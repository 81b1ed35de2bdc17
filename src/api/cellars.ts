import { z } from 'zod';
import { cellarSchema, memberSchema, type Cellar, type CellarUpdate, type Member } from '@shared/schemas/cellars';
import type { Role } from '@shared/roles';
import { request, cellarPath } from './http';

export const fetchCellar = (cellarId: string): Promise<Cellar> => request('GET', cellarPath(cellarId, 'settings'), cellarSchema);

export const updateCellar = (cellarId: string, changes: CellarUpdate): Promise<Cellar> =>
  request('PATCH', cellarPath(cellarId, 'settings'), cellarSchema, changes);

export const fetchMembers = (cellarId: string): Promise<Member[]> => request('GET', cellarPath(cellarId, 'members'), z.array(memberSchema));

export const changeMemberRole = (cellarId: string, memberId: string, role: Role): Promise<Member[]> =>
  request('PATCH', cellarPath(cellarId, 'members', memberId), z.array(memberSchema), { role });

export const removeMember = (cellarId: string, memberId: string): Promise<void> => request('DELETE', cellarPath(cellarId, 'members', memberId));
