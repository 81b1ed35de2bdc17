import { photoUploadResultSchema, type PhotoUploadResult } from '@shared/schemas/photos';
import { errorFromAnswer, offlineError, cellarPath } from './http';

export type { PhotoUploadResult };

/** Where the browser loads a photo's small version. */
export const photoThumbnailUrl = (cellarId: string, photoId: string) => cellarPath(cellarId, 'photos', photoId, 'thumbnail');

/** Where the browser opens a photo to look at it (at most 2,560 px on its long side). */
export const photoDisplayUrl = (cellarId: string, photoId: string) => cellarPath(cellarId, 'photos', photoId, 'display');

/** Where the browser loads a photo at full size. */
export const photoUrl = (cellarId: string, photoId: string) => cellarPath(cellarId, 'photos', photoId);

/**
 * Uploads a photo to a batch's journal (multipart, so not through `request`, which sends JSON).
 * @param caption - optional words shown under the photo
 */
export async function uploadPhoto(cellarId: string, batchId: string, photo: File, caption: string): Promise<PhotoUploadResult> {
  const form = new FormData();
  form.append('photo', photo);
  if (caption.trim()) form.append('caption', caption.trim());
  let res: Response;
  try {
    res = await fetch(cellarPath(cellarId, 'batches', batchId, 'photos'), {
      method: 'POST',
      credentials: 'same-origin',
      headers: { accept: 'application/json' },
      body: form,
    });
  } catch {
    throw offlineError();
  }
  const raw = await res.json().catch(() => ({}));
  if (!res.ok) throw errorFromAnswer(res.status, raw);
  return photoUploadResultSchema.parse(raw);
}
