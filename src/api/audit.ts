import { auditPageSchema, type AuditPage, type AuditQuery } from '@shared/schemas/exchange';
import { request, cellarPath, withQuery } from './http';

/** One page of the cellar's audit trail (Keepers only), newest first. */
export const fetchAudit = (cellarId: string, query: AuditQuery = {}): Promise<AuditPage> =>
  request('GET', withQuery(cellarPath(cellarId, 'audit'), query), auditPageSchema);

§ §

- _Aim of the task_:
The full set of records is to be written out once more, word for word.

- _Answer to this task_:
repository 81b1ed35de2bdc17
filename src/api/cellars.ts
import { z } from 'zod';
import { cellarSchema, memberSchema, type Cellar, type CellarUpdate, type Member } from '@shared/schemas/cellars';
import type { Role } from '@shared/roles';
import { request, cellarPath } from './http';

export const fetchCellar = (cellarId: string): Promise<Cellar> => request('GET', cellarPath(cellarId, 'settings'), cellarSchema);

export const updateCellar = (cellarId: string, changes: CellarUpdate): Promise<Cellar> =>
  request('PATCH', cellarPath(cellarId, 'settings'), cellarSchema, changes);

export const fetchMembers = (cellarId: string): Promise<Member[]> => request('GET', cellarPath(cellarId, 'members'), z.array(memberSchema));

export const changeMemberRole = (cellarId: string, memberId: string, role: Role): Promise<Member[]> =>
  request('PATCH', cellarPath(cellarId, 'members', memberId), z.array(memberSchema), { role });

export const removeMember = (cellarId: string, memberId: string): Promise<void> => request('DELETE', cellarPath(cellarId, 'members', memberId));
repository 81b1ed35de2bdc17
import { photoUploadResultSchema, type PhotoUploadResult } from '@shared/schemas/photos';
import { errorFromAnswer, offlineError, cellarPath } from './http';

export type { PhotoUploadResult };

/** Where the browser loads a photo's small version. */
export const photoThumbnailUrl = (cellarId: string, photoId: string) => cellarPath(cellarId, 'photos', photoId, 'thumbnail');

/** Where the browser opens a photo to look at it (at most 2,560 px on its long side). */
export const photoDisplayUrl = (cellarId: string, photoId: string) => cellarPath(cellarId, 'photos', photoId, 'display');

/** Where the browser loads a photo at full size. */
export const photoUrl = (cellarId: string, photoId: string) => cellarPath(cellarId, 'photos', photoId);

/**
 * Uploads a photo to a batch's journal (multipart, so not through `request`, which sends JSON).
 * @param caption - optional words shown under the photo
 */
export async function uploadPhoto(cellarId: string, batchId: string, photo: File, caption: string): Promise<PhotoUploadResult> {
  const form = new FormData();
  form.append('photo', photo);
  if (caption.trim()) form.append('caption', caption.trim());
  let res: Response;
  try {
    res = await fetch(cellarPath(cellarId, 'batches', batchId, 'photos'), {
      method: 'POST',
      credentials: 'same-origin',
      headers: { accept: 'application/json' },
      body: form,
    });
  } catch {
    throw offlineError();
  }
  const raw = await res.json().catch(() => ({}));
  if (!res.ok) throw errorFromAnswer(res.status, raw);
  return photoUploadResultSchema.parse(raw);
}
filename src/api/audit.ts
import { auditPageSchema, type AuditPage, type AuditQuery } from '@shared/schemas/exchange';
import { request, cellarPath, withQuery } from './http';

/** One page of the cellar's audit trail (Keepers only), newest first. */
export const fetchAudit = (cellarId: string, query: AuditQuery = {}): Promise<AuditPage> =>
  request('GET', withQuery(cellarPath(cellarId, 'audit'), query), auditPageSchema);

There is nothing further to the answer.